▶ DATA FOR REVIEW
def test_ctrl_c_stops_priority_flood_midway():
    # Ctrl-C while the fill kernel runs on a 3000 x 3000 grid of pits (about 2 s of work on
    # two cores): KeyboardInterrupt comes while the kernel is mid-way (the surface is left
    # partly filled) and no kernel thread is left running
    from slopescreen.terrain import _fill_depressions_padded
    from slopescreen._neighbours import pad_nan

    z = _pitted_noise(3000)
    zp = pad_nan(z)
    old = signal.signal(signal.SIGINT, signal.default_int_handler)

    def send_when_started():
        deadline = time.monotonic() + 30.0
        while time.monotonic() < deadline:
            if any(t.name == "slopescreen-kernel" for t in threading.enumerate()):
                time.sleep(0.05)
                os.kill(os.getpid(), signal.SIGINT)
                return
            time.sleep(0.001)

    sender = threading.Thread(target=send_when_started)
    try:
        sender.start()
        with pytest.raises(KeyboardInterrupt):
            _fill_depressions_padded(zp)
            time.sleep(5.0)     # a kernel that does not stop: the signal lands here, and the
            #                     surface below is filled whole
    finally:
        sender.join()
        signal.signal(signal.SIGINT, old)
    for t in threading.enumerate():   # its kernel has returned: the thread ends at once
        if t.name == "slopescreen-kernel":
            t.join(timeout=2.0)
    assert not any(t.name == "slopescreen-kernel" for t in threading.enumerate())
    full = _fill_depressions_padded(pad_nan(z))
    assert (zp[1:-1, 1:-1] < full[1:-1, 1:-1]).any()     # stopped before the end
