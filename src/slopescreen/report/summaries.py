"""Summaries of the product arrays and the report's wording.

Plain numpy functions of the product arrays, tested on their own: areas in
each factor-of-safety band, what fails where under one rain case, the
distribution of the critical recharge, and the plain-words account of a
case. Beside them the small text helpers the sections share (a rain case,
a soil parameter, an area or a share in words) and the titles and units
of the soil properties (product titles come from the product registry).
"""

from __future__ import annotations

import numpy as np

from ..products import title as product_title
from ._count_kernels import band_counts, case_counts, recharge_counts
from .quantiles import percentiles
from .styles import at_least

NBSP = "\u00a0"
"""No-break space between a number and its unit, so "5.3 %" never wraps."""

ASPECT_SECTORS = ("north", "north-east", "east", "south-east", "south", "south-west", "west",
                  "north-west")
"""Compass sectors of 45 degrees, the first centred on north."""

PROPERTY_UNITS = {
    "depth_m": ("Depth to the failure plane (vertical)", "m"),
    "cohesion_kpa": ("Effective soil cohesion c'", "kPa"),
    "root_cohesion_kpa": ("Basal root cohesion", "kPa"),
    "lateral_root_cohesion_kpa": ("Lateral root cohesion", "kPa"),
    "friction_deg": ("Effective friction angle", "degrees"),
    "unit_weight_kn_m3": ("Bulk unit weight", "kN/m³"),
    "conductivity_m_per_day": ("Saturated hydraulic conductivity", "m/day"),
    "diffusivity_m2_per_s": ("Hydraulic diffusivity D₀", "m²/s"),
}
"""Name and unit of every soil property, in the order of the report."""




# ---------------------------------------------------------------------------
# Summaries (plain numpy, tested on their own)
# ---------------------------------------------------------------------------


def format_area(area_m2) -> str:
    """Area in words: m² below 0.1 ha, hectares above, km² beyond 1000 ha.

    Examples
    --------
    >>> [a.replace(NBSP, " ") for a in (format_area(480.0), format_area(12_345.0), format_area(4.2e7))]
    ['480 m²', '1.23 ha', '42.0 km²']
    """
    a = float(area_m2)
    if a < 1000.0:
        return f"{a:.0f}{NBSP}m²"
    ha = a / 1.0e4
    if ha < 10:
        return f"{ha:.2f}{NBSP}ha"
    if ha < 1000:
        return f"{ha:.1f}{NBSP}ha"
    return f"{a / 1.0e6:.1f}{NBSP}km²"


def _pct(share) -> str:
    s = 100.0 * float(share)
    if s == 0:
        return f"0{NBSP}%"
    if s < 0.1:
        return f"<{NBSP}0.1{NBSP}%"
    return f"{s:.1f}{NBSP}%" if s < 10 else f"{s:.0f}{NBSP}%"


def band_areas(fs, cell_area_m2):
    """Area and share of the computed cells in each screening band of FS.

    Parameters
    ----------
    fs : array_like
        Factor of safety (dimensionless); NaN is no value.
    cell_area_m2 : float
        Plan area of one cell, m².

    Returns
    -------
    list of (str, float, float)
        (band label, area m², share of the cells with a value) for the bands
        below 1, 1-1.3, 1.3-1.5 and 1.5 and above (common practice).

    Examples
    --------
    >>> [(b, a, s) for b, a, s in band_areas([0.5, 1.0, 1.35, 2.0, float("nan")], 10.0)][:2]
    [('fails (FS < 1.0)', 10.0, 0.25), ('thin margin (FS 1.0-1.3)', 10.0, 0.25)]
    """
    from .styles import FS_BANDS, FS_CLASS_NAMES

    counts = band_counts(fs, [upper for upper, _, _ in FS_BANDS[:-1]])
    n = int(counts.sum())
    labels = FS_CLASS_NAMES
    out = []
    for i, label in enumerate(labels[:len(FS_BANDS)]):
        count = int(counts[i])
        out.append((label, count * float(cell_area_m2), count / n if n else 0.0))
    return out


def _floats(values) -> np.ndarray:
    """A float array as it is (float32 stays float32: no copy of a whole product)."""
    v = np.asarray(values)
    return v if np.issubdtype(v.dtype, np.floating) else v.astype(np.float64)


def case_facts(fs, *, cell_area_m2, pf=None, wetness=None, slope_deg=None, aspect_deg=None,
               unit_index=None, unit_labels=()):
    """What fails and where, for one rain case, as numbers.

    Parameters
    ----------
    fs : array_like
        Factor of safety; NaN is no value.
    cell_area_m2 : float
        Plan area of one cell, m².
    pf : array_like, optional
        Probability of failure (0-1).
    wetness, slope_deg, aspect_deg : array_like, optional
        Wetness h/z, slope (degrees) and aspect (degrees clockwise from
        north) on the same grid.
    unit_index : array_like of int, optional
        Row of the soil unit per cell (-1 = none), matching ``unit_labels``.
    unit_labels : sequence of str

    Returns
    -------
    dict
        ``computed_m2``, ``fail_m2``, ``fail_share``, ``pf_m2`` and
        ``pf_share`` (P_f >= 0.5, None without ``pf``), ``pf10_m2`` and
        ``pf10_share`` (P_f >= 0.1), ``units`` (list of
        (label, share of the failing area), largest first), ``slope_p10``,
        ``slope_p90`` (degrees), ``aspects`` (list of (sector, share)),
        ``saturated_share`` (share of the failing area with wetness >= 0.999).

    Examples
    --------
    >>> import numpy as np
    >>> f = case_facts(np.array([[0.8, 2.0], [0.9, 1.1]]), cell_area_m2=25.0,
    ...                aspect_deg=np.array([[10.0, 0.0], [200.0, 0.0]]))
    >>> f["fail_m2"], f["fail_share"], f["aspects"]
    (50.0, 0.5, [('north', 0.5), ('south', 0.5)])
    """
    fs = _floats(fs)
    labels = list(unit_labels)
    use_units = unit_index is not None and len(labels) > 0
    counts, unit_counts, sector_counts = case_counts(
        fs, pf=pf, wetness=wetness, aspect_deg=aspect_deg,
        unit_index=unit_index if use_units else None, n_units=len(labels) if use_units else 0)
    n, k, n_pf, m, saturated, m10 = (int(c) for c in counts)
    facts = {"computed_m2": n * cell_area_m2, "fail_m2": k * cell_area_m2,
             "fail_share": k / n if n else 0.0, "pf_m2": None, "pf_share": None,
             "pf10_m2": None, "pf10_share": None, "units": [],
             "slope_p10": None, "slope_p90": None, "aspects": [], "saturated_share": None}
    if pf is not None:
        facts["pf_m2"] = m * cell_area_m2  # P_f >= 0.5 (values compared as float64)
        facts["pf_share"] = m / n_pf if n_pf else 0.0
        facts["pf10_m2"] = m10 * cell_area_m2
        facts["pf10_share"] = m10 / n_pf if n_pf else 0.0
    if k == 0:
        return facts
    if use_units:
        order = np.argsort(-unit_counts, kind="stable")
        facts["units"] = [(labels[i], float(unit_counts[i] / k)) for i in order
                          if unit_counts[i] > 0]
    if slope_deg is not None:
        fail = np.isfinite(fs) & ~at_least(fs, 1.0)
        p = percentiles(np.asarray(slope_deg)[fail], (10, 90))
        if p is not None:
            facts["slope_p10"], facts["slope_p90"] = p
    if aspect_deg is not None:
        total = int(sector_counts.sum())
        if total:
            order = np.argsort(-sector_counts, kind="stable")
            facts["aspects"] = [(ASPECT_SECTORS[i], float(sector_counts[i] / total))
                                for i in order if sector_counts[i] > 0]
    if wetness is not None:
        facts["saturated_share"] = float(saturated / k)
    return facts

▶ WORK TASK
From the listing above, return every line that contains the word "enumerate".

▶ EXERCISE OUTPUT
            if any(t.name == "slopescreen-kernel" for t in threading.enumerate()):
    for t in threading.enumerate():   # its kernel has returned: the thread ends at once
    assert not any(t.name == "slopescreen-kernel" for t in threading.enumerate())
    for i, label in enumerate(labels[:len(FS_BANDS)]):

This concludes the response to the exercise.